> EXERCISE INSTRUCTIONS
Transcribe only part of the material below: the lines from the one containing "const MAX_AT_ONCE = 2_000;" through the one containing "export const submitSamplesSchema = z", inclusive, exactly as written.

> DATA IN THIS EXERCISE
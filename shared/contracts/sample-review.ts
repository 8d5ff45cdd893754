import { z } from 'zod';
import { idSchema, instantSchema, personSchema } from './common.ts';
import { sampleSchema } from './sample.ts';
import { textSchema } from './text.ts';

const MAX_AT_ONCE = 2_000;
/** Samples as the viewer saw them: those changed since are left alone and named. */
const seenSamplesSchema = z
  .array(z.object({ id: idSchema, version: z.number().int() }).strict())
  .min(1, 'Choose at least one sample.')
  .max(MAX_AT_ONCE, `Choose at most ${MAX_AT_ONCE} samples at once.`);
const commentSchema = textSchema(2_000);

/** Hands drafts and returned samples to the lead, or takes submitted ones back. */
export const submitSamplesSchema = z
  .object({ act: z.enum(['submit', 'withdraw']), samples: seenSamplesSchema })
  .strict();
export type SubmitSamples = z.infer<typeof submitSamplesSchema>;

/** Accepts samples, returns them with a comment, or makes either undone. */
export const reviewSamplesSchema = z
  .object({
    act: z.enum(['accept', 'return', 'reopen']),
    samples: seenSamplesSchema,
    comment: commentSchema.default(''),
  })
  .strict()
  .refine(({ act, comment }) => act !== 'return' || comment !== '', {
    path: ['comment'],
    error: 'Say what is to be done: a sample is returned with a comment.',
  });

export const reviewOutcomeSchema = z.object({
  samples: z.array(sampleSchema),
  refused: z.array(
    z.object({
      id: idSchema,
      number: z.number().int().nullable(),
      reason: z.enum(['gone', 'changed', 'state', 'not-yours']),
    }),
  ),
});
export type ReviewOutcome = z.infer<typeof reviewOutcomeSchema>;

export const remarkKindSchema = z.enum([
  'comment',
  'submitted',
  'withdrawn',
  'accepted',
  'returned',
  'reopened',
  'changed-after-acceptance',
  'settled',
]);
export type RemarkKind = z.infer<typeof remarkKindSchema>;

/** A line of a sample's thread: what somebody said, or a step of its review. */
export const sampleRemarkSchema = z.object({
  id: idSchema,
  sampleId: idSchema,
  kind: remarkKindSchema,
  text: z.string(),
  by: personSchema.nullable(),
  at: instantSchema,
  resolvedAt: instantSchema.nullable(),
  resolvedBy: personSchema.nullable(),
});
export type SampleRemark = z.infer<typeof sampleRemarkSchema>;
export const sampleThreadSchema = z.object({
  remarks: z.array(sampleRemarkSchema),
  abilities: z.object({ resolve: z.boolean() }),
});
export const addRemarkSchema = z.object({ text: commentSchema.min(1, 'Write the comment.') }).strict();
export const resolveRemarkSchema = z.object({ resolved: z.boolean() }).strict();
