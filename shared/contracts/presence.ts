import { z } from 'zod';
import { idSchema, instantSchema, personSchema } from './common.ts';

/** A desk says it is open this often, ms. */
export const PRESENCE_BEAT_MS = 8_000;
/** Whoever was not heard of for so long is gone, ms; what they held is free again. */
export const PRESENCE_LASTS_MS = 25_000;

export const presenceSchema = z.object({
  person: personSchema,
  /** The sample they are changing. */
  editingSampleId: idSchema.nullable(),
  seenAt: instantSchema,
});
export type Presence = z.infer<typeof presenceSchema>;
export const presenceListSchema = z.object({ people: z.array(presenceSchema) });
export const sayPresenceSchema = z
  .object({ /** One open desk; a person may have several. */ deskId: idSchema, editingSampleId: idSchema.nullable() })
  .strict();
export const leaveDeskSchema = z.object({ deskId: idSchema }).strict();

> YOUR RESPONSE
const MAX_AT_ONCE = 2_000;
/** Samples as the viewer saw them: those changed since are left alone and named. */
const seenSamplesSchema = z
  .array(z.object({ id: idSchema, version: z.number().int() }).strict())
  .min(1, 'Choose at least one sample.')
  .max(MAX_AT_ONCE, `Choose at most ${MAX_AT_ONCE} samples at once.`);
const commentSchema = textSchema(2_000);

/** Hands drafts and returned samples to the lead, or takes submitted ones back. */
export const submitSamplesSchema = z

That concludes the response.